В коридоре столпился народ; слышались спокойный и твердый голос врача, видимо, кому-то возражавшего, и визгливый женский голос, говоривший на отвратительном английском языке:

– Ну, если вы не желаете ее отсюда убрать, то я это сделаю сама. Я не желаю, чтобы рядом со мной ехала какая-то нищая тварь! Вы обязаны делать все, чтобы не волновать пассажиров, заплативших за проезд такие огромные деньги!

– Я повторяю, что таково распоряжение капитана, а на пароходе он царь и бог, а не я. Кроме того, это не тварь, – и я очень удивлен вашей малокультурной манере выражаться, – а премилая женщина. И за проезд в этой каюте она уже все сполна заплатила; вы же под предлогом продолжающегося расстройства нервов не заплатили еще ничего, – снова раздался спокойный голос врача.

– Да как вы смеете со мной так разговаривать? Вы грубый человек. Я не стану ждать, пока вы соблаговолите убрать отсюда столь приглянувшуюся вам девку. Вы хотите удобно устроиться и иметь рядом развлечение за казенный счет. Я пойду и сама выгоню ее! – визгливо кричала княгиня.

Доктор вспылил:

– Это бог знает что! Вы говорите не как аристократка, а…

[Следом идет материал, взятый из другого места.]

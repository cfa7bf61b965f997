// The output-folder lock: one run per folder; stale locks of dead or recycled pids are taken over.
import { afterAll, beforeAll, describe, expect, it } from "vitest";
import { spawnSync } from "node:child_process";
import { existsSync, mkdtempSync, readdirSync, readFileSync, rmSync, writeFileSync } from "node:fs";
import { hostname, tmpdir } from "node:os";
import { join } from "node:path";
import { PinchoffError } from "../lib/errors.js";
import { lockFileName, lockFolder, processStartTicks } from "../lib/io/folder-lock.js";

let dir: string;
beforeAll(() => {
  dir = mkdtempSync(join(tmpdir(), "pinchoff-lock-"));
});
afterAll(() => rmSync(dir, { recursive: true, force: true }));

/** The pid of a process that has exited (a finished child). */
const deadPid = (): number => spawnSync(process.execPath, ["-e", "0"]).pid!;

describe("lockFolder", () => {
  it("is exclusive: a second lock on the same folder is refused naming the folder and the holder's pid", () => {
    const a = lockFolder(dir, "first run");
    let err: unknown;
    try {
      lockFolder(dir, "second run");
    } catch (e) {
      err = e;
    }
    expect(err).toBeInstanceOf(PinchoffError);
    expect((err as Error).message).toContain(dir);
    expect((err as Error).message).toContain(`pid ${process.pid}`);
    expect((err as Error).message).toContain("first run");
    a.release();
    expect(existsSync(join(dir, lockFileName))).toBe(false);
    const b = lockFolder(dir, "third run");
    b.release();
  });

  it("takes over the lock of a process that has exited, and says whose it was", () => {
    const pid = deadPid();
    writeFileSync(join(dir, lockFileName), JSON.stringify({ pid, host: hostname(), started: 1, since: "2026-01-01T00:00:00.000Z", what: "an old run" }));
    const l = lockFolder(dir, "new run");
    expect(l.tookOver).toContain(`pid ${pid}`);
    expect(JSON.parse(readFileSync(join(dir, lockFileName), "utf8")).pid).toBe(process.pid);
    l.release();
    expect(readdirSync(dir)).toEqual([]);
  });

  it("a live pid with another start time is a recycled pid: the lock is stale", () => {
    const started = processStartTicks(process.pid);
    expect(started).not.toBeNull(); // Linux /proc
    writeFileSync(join(dir, lockFileName), JSON.stringify({ pid: process.pid, host: hostname(), started: started! - 1, since: "2026-01-01T00:00:00.000Z", what: "an old run" }));
    const l = lockFolder(dir, "new run");
    expect(l.tookOver).toBeDefined();
    l.release();
  });

  it("an unreadable lock or one from another host is never taken over", () => {
    for (const text of ["not json", JSON.stringify({ pid: deadPid(), host: "some-other-host", started: null, since: "x", what: "" })]) {
      writeFileSync(join(dir, lockFileName), text);
      expect(() => lockFolder(dir, "new run")).toThrow(/wait for it to finish or choose another --out/);
      expect(readFileSync(join(dir, lockFileName), "utf8")).toBe(text);
    }
    rmSync(join(dir, lockFileName));
  });

  it("release removes only its own lock", () => {
    const l = lockFolder(dir, "run");
    const other = JSON.stringify({ pid: 1, host: hostname(), started: null, since: "x", what: "someone else" });
    writeFileSync(join(dir, lockFileName), other);
    l.release();
    expect(readFileSync(join(dir, lockFileName), "utf8")).toBe(other);
    rmSync(join(dir, lockFileName));
  });
});
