/**
 * Every single-transistor topology with the square-law-mobility and EKV models:
 * the network's current equals the model's current at the solved nodes (KCL),
 * PMOS mirrors NMOS, the record carries the model's own equations and
 * re-evaluates with units. Cards are invented for the tests.
 */
import { describe, expect, it } from "vitest";
import { analyzeStage } from "../lib/bias/analyze.js";
import { parseDesignFile } from "../lib/bias/design-file.js";
import { toleranceAnalysis } from "../lib/bias/tolerance.js";
import { topologyIds, type Stage } from "../lib/bias/topology.js";
import { checkDevice, type DeviceCard } from "../lib/device/card.js";
import { drainCurrent } from "../lib/device/drain-current.js";
import { Derivation, type FormulaStep } from "../lib/record/derivation.js";
import { expectReevaluates } from "./support/reevaluate.js";

const base = { name: "invented-n", polarity: "nmos", kp: 150e-6, vt0: 0.6, lambda: 0.04, gamma: 0.45, phi: 0.7 };
const cards = {
  "square-law-mobility": { ...base, model: "square-law-mobility", theta: 0.2, ecrit: 4e6 },
  ekv: { ...base, model: "ekv", theta: 0.2, thetaB: 0.05, ecrit: 4e6, sigma: 0.01, cit: 0.15 },
} as unknown as Record<string, DeviceCard>;
const mirror = (c: DeviceCard): DeviceCard => ({ ...c, name: "invented-p", polarity: "pmos", vt0: -c.vt0 as never });
const dev = (card: DeviceCard) => ({ card, w: 20e-6 as Stage["device"]["w"], l: 1e-6 as Stage["device"]["l"] });

const stages: Record<string, (card: DeviceCard) => Stage> = {
  "four-resistor": (card) => ({ topology: "four-resistor", device: dev(card), components: { rg1: 300e3, rg2: 100e3, rd: 4.7e3, rs: 1e3 }, supplies: { vdd: 9 } as Stage["supplies"], body: "rail" }),
  "fixed-gate": (card) => ({ topology: "fixed-gate", device: dev(card), components: { vg: 1.4, rd: 10e3 } as never, supplies: { vdd: 5 } as Stage["supplies"], body: "source" }),
  "drain-feedback": (card) => ({ topology: "drain-feedback", device: dev(card), components: { rd: 22e3, rf: 1e6 } as never, supplies: { vdd: 5 } as Stage["supplies"], body: "source" }),
  "source-follower": (card) => ({ topology: "source-follower", device: dev(card), components: { rg1: 100e3, rg2: 100e3, rs: 10e3 } as never, supplies: { vdd: 5 } as Stage["supplies"], body: "rail" }),
  "current-source-bias": (card) => ({ topology: "current-source-bias", device: dev(card), components: { vg: 2.5, rd: 10e3, iss: 100e-6 } as never, supplies: { vdd: 5, vss: -5 } as Stage["supplies"], body: "rail" }),
};

describe("bias topologies with every model", () => {
  it("covers the single-transistor topologies", () => {
    for (const t of Object.keys(stages)) expect(topologyIds()).toContain(t);
  });
  for (const [model, card] of Object.entries(cards))
    for (const [topology, make] of Object.entries(stages)) {
      it(`${topology}, ${model}: the model's current at the solved nodes equals the network's (KCL), NMOS and PMOS`, () => {
        for (const c of [card, mirror(card)]) {
          const stage = make(c);
          const a = analyzeStage(stage);
          const n = a.nodes;
          const id = drainCurrent(checkDevice(stage.device), n.gate - n.source, n.drain - n.source, n.source - n.body);
          expect(a.currents.drainMagnitude).toBeGreaterThan(1e-6);
          expect(Math.abs(Math.abs(id) - a.currents.drainMagnitude)).toBeLessThanOrEqual(1e-9 * a.currents.drainMagnitude + 1e-15);
          expect(Math.sign(id)).toBe(c.polarity === "nmos" ? 1 : -1);
          expect(a.op.model).toBe(model);
        }
      });
    }
  it("records an EKV stage with the EKV equations, and the record re-evaluates with units", () => {
    const rec = new Derivation("EKV four-resistor stage" as never);
    const a = analyzeStage(stages["four-resistor"]!(cards.ekv!), rec);
    const ids = rec.steps.filter((s): s is FormulaStep => s.kind === "formula").map((s) => s.formula);
    for (const f of ["ekvPinchOffVoltage", "ekvForwardCurrent", "ekvSpecificCurrent", "ekvDrainCurrent", "ekvDrainSaturationVoltage"]) expect(ids).toContain(f);
    expect(ids).not.toContain("saturationCurrent");
    expect(a.solver.method).toBe("bracketed-regula-falsi");
    expectReevaluates(rec);
  });
});

describe("design files name the model and its parameters", { timeout: 60_000 }, () => {
  const file = (card: Record<string, unknown>) => ({
    topology: "four-resistor",
    device: { card: { name: "invented-n", polarity: "nmos", kp: "150 uA/V^2", vt0: "0.6 V", lambda: 0.04, gamma: 0.45, phi: 0.7, ...card }, w: "20 um", l: "1 um" },
    components: { rg1: "300k", rg2: "100k", rd: "4.7k", rs: "1k" },
    supplies: { vdd: 9 },
    body: "rail",
  });
  it("reads an EKV card with units and analyses the stage with it", () => {
    const d = parseDesignFile(file({ model: "ekv", theta: "0.2 1/V", thetaB: 0.05, ecrit: "4 V/um", sigma: 0.01 }), "stage.json");
    expect(d.kind).toBe("analysis");
    if (d.kind !== "analysis") return;
    expect(d.stage.device.card.model).toBe("ekv");
    expect(d.stage.device.card.ecrit).toBeCloseTo(4e6, 6);
    expect(analyzeStage(d.stage).op.model).toBe("ekv");
  });
  it("refuses an unknown model and a parameter the card's model does not use, naming the file and field", () => {
    expect(() => parseDesignFile(file({ model: "level-99" }), "stage.json")).toThrow(/stage\.json: device\.card.*model/);
    expect(() => parseDesignFile(file({ theta: 0.2 }), "stage.json")).toThrow(/stage\.json: device\.card.*theta/);
    expect(() => parseDesignFile(file({ model: "ekv", ecrit: "4 V" }), "stage.json")).toThrow(/stage\.json: device\.card\.ecrit/);
  });
});

describe("tolerance and Monte Carlo on a model's own parameters", () => {
  it("spreads the EKV card's threshold and current factor: the corners bracket the nominal and match a re-analysis", () => {
    const stage = stages["four-resistor"]!(cards.ekv!);
    const r = toleranceAnalysis(stage, { resistors: 0, process: { vt0: 0.05 as never, kp: 0.1 } });
    const mc = toleranceAnalysis(stage, { resistors: 0, process: { vt0: 0.05 as never, kp: 0.1 }, monteCarlo: { samples: 50, seed: 3 } });
    expect(mc.id.max).toBeLessThanOrEqual(r.id.max * (1 + 1e-12));
    expect(r.id.min).toBeLessThan(r.id.nominal);
    expect(r.id.max).toBeGreaterThan(r.id.nominal);
    // The high-current corner: threshold 50 mV lower, k' 10 % higher.
    const fast = analyzeStage({ ...stage, device: dev({ ...cards.ekv!, vt0: 0.55 as never, kp: 165e-6 as never }) });
    expect(r.id.max).toBeCloseTo(fast.currents.drainMagnitude, 12);
  });
  it("spreads an EKV mirror's two cards together: the high-current corner matches a re-analysis with both devices shifted", () => {
    const mirror = { topology: "current-mirror", device: dev(cards.ekv!), devices: { reference: { ...dev(cards.ekv!), w: 10e-6 } }, components: { rref: 10e3, vout: 2 }, supplies: { vdd: 5 } } as unknown as Stage;
    const r = toleranceAnalysis(mirror, { resistors: 0, process: { vt0: 0.05 as never, kp: 0.1 } });
    expect(r.id.min).toBeLessThan(r.id.nominal);
    expect(r.id.max).toBeGreaterThan(r.id.nominal);
    const fast = { ...cards.ekv!, vt0: 0.55 as never, kp: 165e-6 as never };
    const again = analyzeStage({ ...mirror, device: dev(fast), devices: { reference: { ...dev(fast), w: 10e-6 } } } as unknown as Stage);
    expect(r.id.max).toBeCloseTo(again.currents.drainMagnitude, 12);
    const mc = toleranceAnalysis(mirror, { resistors: 0.01, process: { vt0: 0.05 as never, kp: 0.1 }, monteCarlo: { samples: 50, seed: 3 } });
    expect(mc.id.max).toBeGreaterThan(mc.id.nominal);
    expect(mc.id.min).toBeLessThan(mc.id.nominal);
  });
});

Тут капитан выступил вперед и стал спиной к двери каюты 1 А, к которой подошла старая грузная женщина, раскрашенная, как кукла, в золотистом завитом парике, в нарядном сером шелковом платье, увешанная золотыми цепочками с лорнетом, медальоном и часами. Толстые пальцы ее рук были унизаны драгоценными кольцами.